Earlier this week, we visited Culloden Moor, a World Heritage site, with a new visitor center, and I found it very hard to write about, for the visit challenged our long-held beliefs about which side we favored. We saw maps, read excerpts of documents from both sides, and then walked around this open field of battle, marked by stone walls and memorials, still echoing with the deaths of nearly 2,000 men.
In fact, I couldn't take my usual number of pictures here. The battlefield feels too hallowed by war and loss, too much an icon of Scottish history. This picture from Webshots shows the expanse of the moor on the Scottish side, the purple heather just now in September beginning to bloom.
The famous Highland Charge resulted in more than 1,500 deaths for the supporters of Bonnie Prince Charlie. His battle plan was one disaster after another, with men exhausted from an all night march. The cloudy day, the empty moors, all combined to give us a feeling of loss. MacLeans, MacKenzies, MacDonalds, McGillverays. And after the battle was over, the Lord of Cumberland, known ever after as "Butcher Cumberland", issued pretty much a scorched earth policy for Highlanders in general, "Find the rebels and destroy them."
Government troops, rested, well trained, and primarily Dutch, English and some Scottish, used this house to outflank the rebels. The Jacobites, exhausted after an all night march, fired once and began their dreaded Highland Charge, over 7,000 Highlanders screaming across the open field, up to the ramrod straight shooting line of Government troops. They fell by the hundreds before the unbending line of Government steady fire, a tactic that was unsuccessful in North America not too many years in the future.

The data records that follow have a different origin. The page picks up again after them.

/**
 * Target row y of upsample2x (its own function so V8 optimises it by call count in a thread's
 * first frame instead of compiling the whole layer walk on stack replacement).
 */
function upsampleRow(data: Float32Array, w: number, h: number, y: number, row: Float32Array, xa: number, xb: number, i0s: Int32Array, i1s: Int32Array, txs: Float32Array, out: Float32Array, ow: number, stride: number): void {
  const fy = Math.min(h - 1, Math.max(0, (y + 0.5) / 2 - 0.5));
  const y0 = Math.floor(fy);
  const y1 = Math.min(h - 1, y0 + 1);
  const ty = fy - y0;
  // the layer row interpolated at this height, over the columns the span needs
  const ca = Math.max(0, (xa >> 1) - 1);
  const cb = Math.min(w - 1, (xb >> 1) + 1);
  for (let i = ca * 3; i < (cb + 1) * 3; i++) row[i] = data[y0 * w * 3 + i] + (data[y1 * w * 3 + i] - data[y0 * w * 3 + i]) * ty;
  const base = y * ow;
  // away from the layer's first and last columns the taps are fixed: target column 2k takes
  // 3/4 of layer column k and 1/4 of k - 1, column 2k + 1 3/4 of k and 1/4 of k + 1; walked in
  // pairs with the three columns in registers. The edges take the general taps.
  let fast0 = Math.max(xa, 2);
  if (fast0 & 1) fast0++;
  const fast1 = Math.min(xb, 2 * w - 3);
  for (let x = xa; x <= xb; x++) {
    if (x === fast0 && fast0 + 1 <= fast1) {
      let k3 = (x >> 1) * 3;
      let o = (base + x) * stride;
      for (; x + 1 <= fast1; x += 2, k3 += 3, o += 2 * stride) {
        const a0 = row[k3 - 3];
        const a1 = row[k3 - 2];
        const a2 = row[k3 - 1];
        const b0 = row[k3];
        const b1 = row[k3 + 1];
        const b2 = row[k3 + 2];
        const c0 = row[k3 + 3];
        const c1 = row[k3 + 4];
        const c2 = row[k3 + 5];
        out[o] += a0 + (b0 - a0) * 0.75;
        out[o + 1] += a1 + (b1 - a1) * 0.75;
        out[o + 2] += a2 + (b2 - a2) * 0.75;
        out[o + stride] += b0 + (c0 - b0) * 0.25;
        out[o + stride + 1] += b1 + (c1 - b1) * 0.25;
        out[o + stride + 2] += b2 + (c2 - b2) * 0.25;
      }
      if (x > xb) return;
    }
    const k = x - xa;
    const i0 = i0s[k];
    const i1 = i1s[k];
    const tx = txs[k];
    const o = (base + x) * stride;
    out[o] += row[i0] + (row[i1] - row[i0]) * tx;
    out[o + 1] += row[i0 + 1] + (row[i1 + 1] - row[i0 + 1]) * tx;
    out[o + 2] += row[i0 + 2] + (row[i1 + 2] - row[i0 + 2]) * tx;
  }
}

So as a long-term supporter of Bonnie Prince Charlie, did I change my mind? Prince Charlie, the underdog, was a royalist through and through, and believed vehemently in the divine right of kings to rule. The House of Hanover, supported by some Highlanders as well, balanced the concept of absolute divine right with some religious tolerance and a role for an expanded Parliament, hotly contested issues in 1746. In fact, unrest in France (I'm remembering the excesses of the French Revolution later) terrified both the upper and middle classes; when Bonnie Prince Charlie's revolution was presented as a rabble, people flocked to the Government side. But speaking of sides, neither side moved too far away from the issue of divine right of kings. These were early, hard days for any concept of democracy.